Back to Foundationdb

MockS3ServerChaos: S3 Error Injection for Testing

design/mocks3server_chaos_design.md

7.4.65.6 KB
Original Source

MockS3ServerChaos: S3 Error Injection for Testing

Overview

Create a MockS3ServerChaos implementation, modeled after the existing AsyncFileChaos pattern. This enables comprehensive testing of S3 client error handling, retry logic, and resilience against realistic failure scenarios.

Philosophy: mocks3 should be more intolerant/strict than real s3

Problem

FoundationDB's S3BlobStore client needs thorough testing against realistic S3 failure scenarios, but the existing MockS3Server only provides deterministic "happy path" responses. Real S3 services exhibit various error conditions that clients must handle gracefully.

Design

MockS3ServerChaos is a new class that acts as a chaos-enabled wrapper around the base MockS3Server, following the established chaos injection pattern:

Chaos Control System

MockS3ServerChaos will follow the AsyncFileChaos pattern with fault injector-driven chaos:

S3FaultInjector - Configurable Rates (Primary Control)
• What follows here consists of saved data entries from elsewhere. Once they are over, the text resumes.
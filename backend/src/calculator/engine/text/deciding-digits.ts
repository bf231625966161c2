/** Relative distance under which two numbers count as equal: rounding noise of the arithmetic, not a margin. */
export const EQUAL_WITHIN = 1e-9;

const MOST_DIGITS = 10;

/** True when `value` lies below `limit` by more than rounding noise. */
export function isBelow(value: number, limit: number): boolean {
  return value < limit && !areEqual(value, limit);
}

/** True when `value` lies above `limit` by more than rounding noise. */
export function isAbove(value: number, limit: number): boolean {
  return value > limit && !areEqual(value, limit);
}

function areEqual(a: number, b: number): boolean {
  return Math.abs(a - b) <= EQUAL_WITHIN * Math.max(Math.abs(a), Math.abs(b));
}

/**
 * How many significant digits to print so that the rounded number still shows on which side of each limit it is.
 *
 * @param value finite number, unrounded
 * @param least digits to start from (usually 3 or 4)
 * @param limits the limits that it is compared with, in the same unit
 * @returns significant digits; `decidingDigits(0.9996, 3, [1])` → 4, because "1.00" would hide that it is below 1
 */
export function decidingDigits(value: number, least: number, limits: readonly number[]): number {
  if (limits.length === 0) return Math.min(least, MOST_DIGITS);
  for (let digits = least; digits < MOST_DIGITS; digits += 1) {
    const rounded = Number(value.toPrecision(digits));
    if (limits.every((limit) => areEqual(value, limit) || sideOf(rounded, limit) === sideOf(value, limit)))
      return digits;
  }
  return MOST_DIGITS;
}

function sideOf(value: number, limit: number): number {
  return areEqual(value, limit) ? 0 : Math.sign(value - limit);
}

/**
 * Digits for a fixed number of decimals, as decibels are written.
 *
 * @param value finite number
 * @param decimals places after the point
 * @returns significant digits, at least 1; `digitsForDecimals(58.08, 2)` → 4, `digitsForDecimals(-0.79, 2)` → 2
 */
export function digitsForDecimals(value: number, decimals: number): number {
  const rounded = Math.abs(Number(value.toFixed(decimals)));
  if (rounded === 0) return value === 0 ? decimals + 1 : 1;
  return Math.max(1, Math.floor(Math.log10(rounded)) + 1 + decimals);
}

/**
 * Digits of a limit in decibels: two decimals, and every further one that was set, so that a value beside it never seems to
 * keep a limit that it breaks.
 *
 * @param limit finite number
 * @returns significant digits; `decibelLimitDigits(1)` → 3, `decibelLimitDigits(0.125)` → 3, `decibelLimitDigits(59.875)` → 5
 */
export function decibelLimitDigits(limit: number): number {
  return Math.max(digitsForDecimals(limit, 2), digitsWithoutTrailingZeros(limit, 6));
}

/**
 * The fewest digits that say the same as `most` digits do: 11.00 needs two, 3.162 needs four.
 *
 * @param value finite number
 * @param most largest number of digits
 * @returns significant digits, never fewer than the integer part has
 */
export function digitsWithoutTrailingZeros(value: number, most: number): number {
  const full = Number(value.toPrecision(most));
  const integerDigits = full === 0 ? 1 : Math.max(1, Math.floor(Math.log10(Math.abs(full))) + 1);
  for (let digits = Math.min(integerDigits, most); digits < most; digits += 1) {
    if (Number(value.toPrecision(digits)) === full) return digits;
  }
  return most;
}
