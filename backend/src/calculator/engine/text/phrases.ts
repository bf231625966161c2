import type { UsedValue } from '../analysis';
import type { Unit } from '../report';
import { decidingDigits, decibelLimitDigits, digitsForDecimals, digitsWithoutTrailingZeros } from './deciding-digits';
import { quantity, trimmed, typed } from './si-format';

/** A frequency that somebody set: "7 MHz". */
export function setFrequency(frequencyHz: number): string {
  return typed(frequencyHz, 'Hz');
}

/** A number that somebody set, with the real minus sign: "60", "−7.74". */
export function setNumber(value: number): string {
  return trimmed(value, 6);
}

/** A signed gain: "×10", "−10", "×3.162". */
export function gainText(gain: number): string {
  return quantity(gain, 'gain', digitsWithoutTrailingZeros(gain, 4));
}

/** A noise gain without sign or cross, with the digits that show its side of the limits: "11", "4.162", "6.99997". */
export function noiseGainText(noiseGain: number, limits: readonly number[] = []): string {
  return trimmed(noiseGain, decidingDigits(noiseGain, 4, limits));
}

/** A margin as a ratio, with the digits that show its side of the limits: "×0.974", "×3.38". */
export function ratioText(ratio: number, limits: readonly number[]): string {
  return quantity(ratio, 'ratio', decidingDigits(ratio, 3, limits));
}

/** A target ratio as the team set it: "×3". */
export function targetText(ratio: number): string {
  return typed(ratio, 'ratio');
}

/** A computed value, three digits or as many as show its side of the limits: "77.0 MHz". */
export function valueText(value: number, unit: Unit, limits: readonly number[] = []): string {
  return quantity(value, unit, decidingDigits(value, 3, limits));
}

/** A value that nothing may undercut: rounded up in the third digit, so that the printed number suffices. */
export function atLeastText(value: number, unit: Unit): string {
  return quantity(roundAway(value, Math.ceil), unit, 3, 'trimmed');
}

/** A value that nothing may exceed: rounded down in the third digit. */
export function atMostText(value: number, unit: Unit): string {
  return quantity(roundAway(value, Math.floor), unit, 3, 'trimmed');
}

/** Three significant digits, upwards or downwards in size. */
export function roundAway(value: number, round: (value: number) => number): number {
  if (value === 0 || !Number.isFinite(value)) return value;
  const exact = Number(value.toPrecision(12));
  const step = 10 ** (Math.floor(Math.log10(Math.abs(exact))) - 2);
  const rounded = Math.sign(exact) * round(Number((Math.abs(exact) / step).toPrecision(12))) * step;
  return Number(rounded.toPrecision(3));
}

/** Where a device value is from, in brackets: "minimum, p. 4", "typical × 0.7, assumed". */
export function basisText(used: UsedValue): string {
  const parts = [used.text];
  if ((used.basis === 'typ-derated' || used.basis === 'assumed') && !used.text.includes('assumed'))
    parts.push('assumed');
  if (used.page !== undefined && used.page !== '') parts.push(`p. ${used.page}`);
  return parts.join(', ');
}

/**
 * What a device has, in words that claim no more than its datasheet does: only a plain minimum is guaranteed.
 *
 * @param part part number
 * @param used value with its column
 * @param unit unit of the value
 * @param limits values it is compared with
 * @returns e.g. "MRWG-G072 guarantees 75.0 MHz (minimum, p. 4)"
 */
export function deviceHas(part: string, used: UsedValue, unit: Unit, limits: readonly number[] = []): string {
  const value = valueText(used.value, unit, limits);
  if (isGuaranteed(used)) return `${part} guarantees ${value} (${basisText(used)})`;
  if (used.basis === 'typ') return `${part} typically has ${value} (${basisText(used)})`;
  return `${part} is taken at ${value} (${basisText(used)})`;
}

/** True for a datasheet minimum that no factor has been applied to. */
export function isGuaranteed(used: UsedValue): boolean {
  return used.basis === 'min' && !used.text.includes('×');
}

/** "a, b and c". */
export function listText(items: readonly string[]): string {
  if (items.length < 2) return items.join('');
  return `${items.slice(0, -1).join(', ')} and ${items[items.length - 1]}`;
}

/** First letter as a capital. */
export function capitalised(text: string): string {
  return text.charAt(0).toUpperCase() + text.slice(1);
}

/** Decibels with two decimals, or as many digits as show the side of the limits: "58.08 dB". */
export function decibelText(value: number, limits: readonly number[] = [], unit: 'dB' | 'dBΩ' = 'dB'): string {
  return quantity(value, unit, decidingDigits(value, digitsForDecimals(value, 2), limits));
}

/** Decibels that somebody set as a limit: two decimals, and every further one that was set: "1.00 dB", "0.125 dB". */
export function decibelLimitText(limit: number, unit: 'dB' | 'dBΩ' = 'dB'): string {
  return quantity(limit, unit, decibelLimitDigits(limit));
}

/**
 * A reason as the end of a sentence, without its own full stop and capital.
 *
 * @param reason "Slew rate of MRWG-G072 is not entered."
 * @returns "slew rate of MRWG-G072 is not entered"
 */
export function because(reason: string): string {
  const bare = reason.trim().replace(/\.$/, '');
  return /^[A-Z][a-z ]/.test(bare) ? bare.charAt(0).toLowerCase() + bare.slice(1) : bare;
}

/** A reason as a sentence of its own. */
export function asSentence(reason: string): string {
  const text = capitalised(reason.trim());
  return /[.?]$/.test(text) ? text : `${text}.`;
}

/** Where something that is missing has to be entered; empty when nothing is. */
export function whereToEnter(reason: string): string {
  if (!/not entered|missing/.test(reason) || /enter (it|one)/i.test(reason)) return '';
  if (/input level|DC current of the source/.test(reason)) return ' Enter it in the specification.';
  return ' Enter it on the device page.';
}

/** "The slew rate cannot be judged: slew rate of MRWG-G072 is not entered. Enter it on the device page." */
export function cannotBeJudged(what: string, reason: string): string {
  return `${capitalised(what)} cannot be judged: ${because(reason)}.${whereToEnter(reason)}`;
}
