import {
  asSentence,
  atLeastText,
  atMostText,
  because,
  cannotBeJudged,
  deviceHas,
  gainText,
  listText,
  roundAway,
} from './phrases';

describe('deviceHas(part, used, unit)', () => {
  it('calls only a plain datasheet minimum guaranteed', () => {
    const minimum = { value: 75e6, basis: 'min', text: 'minimum', page: '4' } as const;
    expect(deviceHas('MRWG-G072', minimum, 'Hz')).toBe('MRWG-G072 guarantees 75.0 MHz (minimum, p. 4)');
  });

  it.each([
    [{ value: 100e6, basis: 'typ', text: 'typical', page: '4' }, 'typically has 100 MHz (typical, p. 4)'],
    [{ value: 70e6, basis: 'typ-derated', text: 'typical × 0.7' }, 'is taken at 70.0 MHz (typical × 0.7, assumed)'],
    [{ value: 60e6, basis: 'min', text: 'minimum × 0.8 (hot)' }, 'is taken at 60.0 MHz (minimum × 0.8 (hot))'],
    [
      { value: 1e6, basis: 'assumed', text: 'not entered, 1 MHz assumed' },
      'is taken at 1.00 MHz (not entered, 1 MHz assumed)',
    ],
  ] as const)('claims no more than the data: %j', (used, words) => {
    expect(deviceHas('MRWG-G072', used, 'Hz')).toBe(`MRWG-G072 ${words}`);
  });
});

it('atLeastText rounds up and atMostText down, so that the printed number suffices', () => {
  expect(atLeastText(231.2e6, 'Hz')).toBe('232 MHz');
  expect(atLeastText(231e6, 'Hz')).toBe('231 MHz');
  expect(atMostText(2.5714, 'V')).toBe('2.57 V');
  expect(roundAway(-2.5714, Math.floor)).toBe(-2.57);
  expect(roundAway(0, Math.ceil)).toBe(0);
});

it('gainText writes a gain that turns the polarity without a cross', () => {
  expect(gainText(-10)).toBe('−10');
  expect(gainText(5)).toBe('×5');
  expect(gainText(-Math.sqrt(10))).toBe('−3.162');
});

it('reasons end sentences and stand as sentences', () => {
  expect(because('Slew rate of MRWG-G072 is not entered.')).toBe('slew rate of MRWG-G072 is not entered');
  expect(because('MRWG-G072 is obsolete.')).toBe('MRWG-G072 is obsolete');
  expect(asSentence('no rate from EUR to USD')).toBe('No rate from EUR to USD.');
  expect(listText(['a', 'b', 'c'])).toBe('a, b and c');
  expect(listText([])).toBe('');
});

it('cannotBeJudged names where the missing value is entered', () => {
  expect(cannotBeJudged('the slew rate', 'Slew rate of MRWG-G072 is not entered.')).toBe(
    'The slew rate cannot be judged: slew rate of MRWG-G072 is not entered. Enter it on the device page.',
  );
  expect(cannotBeJudged('the slew rate', 'The largest input level is not entered.')).toBe(
    'The slew rate cannot be judged: the largest input level is not entered. Enter it in the specification.',
  );
});
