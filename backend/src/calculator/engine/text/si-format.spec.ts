import {
  decimalAmount,
  formatFigure,
  formatMoney,
  prefixFor,
  quantity,
  significant,
  trimmed,
  typed,
} from './si-format';

describe('significant(value, digits)', () => {
  it.each([
    [77.04, 3, '77.0'],
    [0.97403, 3, '0.974'],
    [-1234, 3, '−1230'],
    [1e9, 3, '1000000000'],
    [0, 3, '0.00'],
    [-0, 3, '0.00'],
    [9.996, 3, '10.0'],
    [1.5e-9, 2, '0.0000000015'],
  ])('%s with %s digits is %s', (value, digits, text) => {
    expect(significant(value, digits)).toBe(text);
  });
});

describe('trimmed(value, digits)', () => {
  it.each([
    [7, 4, '7'],
    [10.7, 4, '10.7'],
    [100, 4, '100'],
    [-3.1620001, 4, '−3.162'],
  ])('%s is %s', (value, digits, text) => {
    expect(trimmed(value, digits)).toBe(text);
  });
});

describe('prefixFor(value, digits)', () => {
  it('looks at the rounded number, so that 999.96 MHz is 1.00 GHz', () => {
    expect(prefixFor(999.96e6, 3)).toEqual([1e9, 'G']);
    expect(quantity(999.96e6, 'Hz', 3)).toBe('1.00 GHz');
    expect(quantity(999.4e6, 'Hz', 3)).toBe('999 MHz');
  });

  it('keeps to the smallest and largest prefix', () => {
    expect(quantity(3e-21, 'F', 2)).toBe('0.0030 aF');
    expect(quantity(5e16, 'Hz', 2)).toBe('50000 THz');
  });
});

describe('quantity(value, unit, digits)', () => {
  it.each([
    [77e6, 'Hz', 3, '77.0 MHz'],
    [0.974, 'ratio', 3, '×0.974'],
    [10, 'gain', 2, '×10'],
    [-10, 'gain', 2, '−10'],
    [11, 'number', 2, '11'],
    [4.4e6, 'V/s', 3, '4.40 V/µs'],
    [1.2451e-9, 'V/√Hz', 3, '1.25 nV/√Hz'],
    [0.82, 'fraction', 3, '82.0 %'],
    [-0.79, 'dB', 2, '−0.79 dB'],
    [57.31, 'deg', 3, '57.3°'],
    [2200, 'Ω', 2, '2.2 kΩ'],
    [38e-3, 'A', 3, '38.0 mA'],
  ] as const)('%s %s is %s', (value, unit, digits, text) => {
    expect(quantity(value, unit, digits)).toBe(text);
  });
});

it('typed(value, unit) leaves trailing zeros out', () => {
  expect(typed(7e6, 'Hz')).toBe('7 MHz');
  expect(typed(10.7e6, 'Hz')).toBe('10.7 MHz');
  expect(typed(3, 'ratio')).toBe('×3');
});

it('formatFigure(figure) gives the reason where there is no number', () => {
  expect(formatFigure({ value: null, unit: 'Hz', digits: 3, reason: 'Has no GBW.' })).toBe('Has no GBW.');
});

describe('decimalAmount(amountMicros)', () => {
  it.each([
    [620_000, '0.62'],
    [4_200, '0.0042'],
    [8_120_000, '8.12'],
    [0, '0.00'],
    [1, '0.000001'],
    [-880_000, '−0.88'],
    [1_000_000_000_000, '1000000.00'],
  ])('%s millionths are %s', (amount, text) => {
    expect(decimalAmount(amount)).toBe(text);
  });

  it('is followed by the currency in formatMoney', () => {
    expect(formatMoney({ amountMicros: 8_120_000, currency: 'USD' })).toBe('8.12 USD');
    expect(formatMoney({ amountMicros: null, currency: 'USD', reason: 'no rate from EUR to USD' })).toBe(
      'no rate from EUR to USD',
    );
  });
});
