import { Controller, Get } from '@nestjs/common';
import { ApiOkResponse, ApiTags } from '@nestjs/swagger';
import { InjectConnection } from '@nestjs/sequelize';
import { Sequelize } from 'sequelize-typescript';
import { NoStore, Public } from '../common/decorators';
import { Runtime } from '../config/runtime';
import { HealthDto } from './health.dto';

@ApiTags('health')
@Controller('health')
export class HealthController {
  constructor(
    @InjectConnection() private readonly sequelize: Sequelize,
    private readonly runtime: Runtime,
  ) {}

  /** Whether the server can answer and its database be read; for the container's health check. */
  @Public()
  @NoStore()
  @Get()
  @ApiOkResponse({ type: HealthDto })
  async get(): Promise<HealthDto> {
    await this.sequelize.query('SELECT count(*) FROM users');
    return { status: 'ok', database: 'ok', version: this.runtime.config.version };
  }
}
// S3FaultInjector provides configurable rates (0.0-1.0) via g_network->global()
auto injector = g_network->global(enS3FaultInjector);
if (injector) {
    double errorRate = injector->getErrorRate();        // 0.0-1.0 probability
    double throttleRate = injector->getThrottleRate();  // 0.0-1.0 probability  
    double delayRate = injector->getDelayRate();        // 0.0-1.0 probability
    double maxDelay = injector->getMaxDelay();          // seconds
    
    // Runtime decision using deterministic random
    if (deterministicRandom()->random01() < errorRate) {
        // Inject error based on configured probability
    }
}

BUGGIFY - Occasional Extra Chaos

BUGGIFY is a probabilistic macro (not boolean) that evaluates to true with low probability:

if (BUGGIFY) {
    // Occasionally inject extra chaos - executes randomly, not always
    // Used for additional chaos beyond configured rates
}

Key Features to Implement

1. Realistic S3 Error Simulation

  • HTTP errors: 429 (throttling), 503 (service unavailable), 500/502 (server errors)
  • Auth errors: 401 (unauthorized), 406 (not acceptable)
  • S3-specific errors: InvalidToken, ExpiredToken (matching S3BlobStore.actor.cpp patterns)
  • Connection issues: Connection drops, timeouts
  • Data corruption: Malformed responses, bit flips

2. Fault Injector-Driven Rates

  • No master switch - chaos is controlled by fault injector presence and rates
  • Configurable probabilities: Each fault type has independent rate (0.0-1.0)
  • Deterministic randomness: Reproducible chaos using deterministicRandom()->random01()
  • Rate-based decisions: if (random < rate) pattern like AsyncFileChaos

3. Operation-Specific Targeting

Supports targeted chaos injection with configurable multipliers:

  • Read operations (GET/HEAD objects)
  • Write operations (PUT objects)
  • Delete operations (DELETE objects)
  • Multipart upload operations (initiate/upload/complete/abort)
  • List operations (bucket listing)

4. Advanced Chaos Patterns TODO

  • BUGGIFY extras: Occasional additional chaos beyond configured rates
  • Delay jitter: Variable delays with configurable patterns
  • Retry-After headers: Realistic throttling responses with retry guidance
  • Burst patterns: Periodic error rate spikes

5. Framework Integration

  • Fault injector pattern: Uses g_network->global() like DiskFailureInjector and BitFlipper
  • No boolean master switch: Always potentially active when fault injectors present
  • Metrics integration: Tracks chaos events via existing ChaosMetrics system
  • Trace events: Comprehensive logging for debugging and analysis

Architecture

MockS3ServerChaos Configuration:
├── S3FaultInjector (primary control) - Configurable fault rates:
│   ├── errorRate: 0.0-1.0 (0% to 100% error probability)
│   ├── throttleRate: 0.0-1.0 (throttling probability) 
│   ├── delayRate: 0.0-1.0 (delay probability)
│   └── maxDelay: seconds (maximum delay time)
├── BUGGIFY (occasional extras) - Probabilistic additional chaos
└── Runtime Decision Logic:
    ├── Operation classification (GET/PUT/DELETE/multipart/list)
    ├── Deterministic random + configured rates  
    ├── Chaos injection actors (delay/error/corruption)
    ├── S3-compatible error response generation 
    └── Base MockS3RequestHandler delegation

Usage

Replace startMockS3Server() calls with startMockS3ServerChaos() in simulation tests:

// Before: 
wait(startMockS3Server(listenAddress));

// After:  
wait(startMockS3ServerChaos(listenAddress));

Chaos behavior is controlled by S3FaultInjector rates (0.0-1.0), with BUGGIFY providing occasional extra chaos - no master boolean switch.